The reaction of Met. Isaiah and many others to the Ukrainian question is “a form of declaration of respect for Slavic Orthodox history and tradition, but also of our desire to continue our brotherly relations and partnerships. Of course, the Moscow Patriarchate must learn from the mistakes of the past, and so must we.”

However, whoever disturbs the balance of autocephaly of the Orthodox Churches “automatically interferes in our religious freedom and unity,” and this is the message of those Churches that refuse to recognize the schismatic OCU, Met. Isaiah explains.

It is disrespectful to the martyrs of the Churches of Russia and Constantinople to let non-Church centers use the Orthodox like tools in this way, trying to force a divide, the Metropolitan believes.

And turning again to Constantinople’s fear of losing its privileges to Moscow, Met. Isaiah comments that Moscow made a mistake by not attending the Council of Crete in 2016, in that it “gave substance to all the fears of the Ecumenical Patriarch, that they want to replace him as the First Throne, so the survival of the Ecumenical Patriarchate is also in danger.”
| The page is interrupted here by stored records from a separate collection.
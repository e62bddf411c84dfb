import { describe, expect, test } from "vitest";
import { complete } from "../../src/completion/complete.js";
import { couplingTable } from "../../src/completion/tabulate-couplings.js";
import { parseIrrep } from "../../src/su3/irrep.js";
import { isoscalarTable } from "../../src/su3/isoscalar-factors.js";
import { decodeCouplings } from "../../src/tables/decode-couplings.js";
import { decodeDecays } from "../../src/tables/decode-decays.js";
import { decodeFactors } from "../../src/tables/decode-factors.js";
import { encodeCouplings } from "../../src/tables/encode-couplings.js";
import { encodeDecays } from "../../src/tables/encode-decays.js";
import { encodeFactors } from "../../src/tables/encode-factors.js";
import type { TableKind } from "../../src/tables/sealed-bytes.js";
import { fitOf } from "../chain/run.js";
import { changedBytes, type Outcome, outcome } from "./damage.js";

/** The smallest study with a table worth the name: one member, one open decay. */
const fit = fitOf(`couplet: 1
title: small
multiplets:
  m:
    irrep: 10
    spinParity: 3/2+
    members: [{ name: Omega(2200), place: Omega, mass: 2200 MeV, width: sum }]
decays:
  - { from: m, to: [baryon-octet, pseudoscalar-octet], L: 1, model: a }
measurements:
  - { width: Omega(2200) -> Xi Kbar, value: 5 +- 1 MeV, source: invented }
`);

const ALL_OTHER_VALUES = Array.from({ length: 255 }, (_, k) => k + 1);
const ONE_BIT = Array.from({ length: 8 }, (_, k) => 1 << k);

const files: [TableKind, Uint8Array, (bytes: Uint8Array) => unknown, readonly number[]][] = [
  [
    "couplet.v1.FactorTable",
    encodeFactors(isoscalarTable(parseIrrep("3"), parseIrrep("3bar")), { states: false }),
    (bytes) => decodeFactors(bytes, "t.pb"),
    ALL_OTHER_VALUES,
  ],
  ["couplet.v1.DecayTables", encodeDecays(complete(fit, 0)), (bytes) => decodeDecays(bytes, "t.pb"), ONE_BIT],
  [
    "couplet.v1.CouplingTables",
    encodeCouplings(couplingTable(fit, 0)),
    (bytes) => decodeCouplings(bytes, "t.pb"),
    ONE_BIT,
  ],
];

describe.each(files)("a file of %s", (kind, bytes, read, values) => {
  // Tag, length and name of the kind: without them the file is not ours at all.
  const head = 2 + kind.length;

  test("is read as it is", () => {
    expect(outcome(read, bytes)).toBe("accepted");
    expect(bytes.length).toBeLessThan(12_000);
  });

  test(`is refused with any byte changed (${values.length} ways)`, () => {
    const wrong = new Set<string>();
    let count = 0;
    for (const { place, bytes: changed } of changedBytes(bytes, values)) {
      const expected: Outcome = place < head ? "not ours" : "damaged";
      const came = outcome(read, changed);
      if (came !== expected) wrong.add(`byte ${place}: ${came}`);
      count++;
    }
    expect([...wrong]).toEqual([]);
    expect(count).toBe(bytes.length * values.length);
  });

  test("is refused cut at any length, and with bytes behind its end", () => {
    for (let length = 0; length < bytes.length; length++) {
      const came = outcome(read, bytes.subarray(0, length));
      expect(came, `cut to ${length} bytes`).toBe(length < head ? "not ours" : "damaged");
    }
    expect(outcome(read, Buffer.concat([bytes, Buffer.from([0])]))).toBe("damaged");
    expect(outcome(read, Buffer.concat([bytes, bytes]))).toBe("damaged");
  });
});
As those in Phanariot circles explained to Met. Isaiah, Russian abstention from the council was seen as a lack of respect for Patriarch Bartholomew and his ardent desire for a pan-Orthodox council and as an attack on Constantinople’s privileges and value in modern times.

Pat. Bartholomew thus believes he had to react immediately, lest the Patriarchate lose prestige and place its survival in danger, Met. Isaiah was told by those close to Constantinople.

The international climate of interest was ready and helped him, but the price for his reaction was paid by Orthodox unity, the Metropolitan laments.

Previously, the Local Churches willingly participated in the dialogues initiated by Constantinople both because of its historic privileges and because they trusted Pat. Bartholomew personally, but the Patriarchate struck a crucial blow to itself in Ukraine, His Eminence explains.

If we allow our Churches to be instrumentalized by world powers, we will cease to be the Church of Christ. Thus, now is the time to preserve Church unity, to rebuild relations based on our common faith and worship, and to forgive each other and take responsibility, the Metropolitan implores.

“Since both these Churches really love Orthodoxy, the Ukrainian issue can be resolved,” His Eminence believes.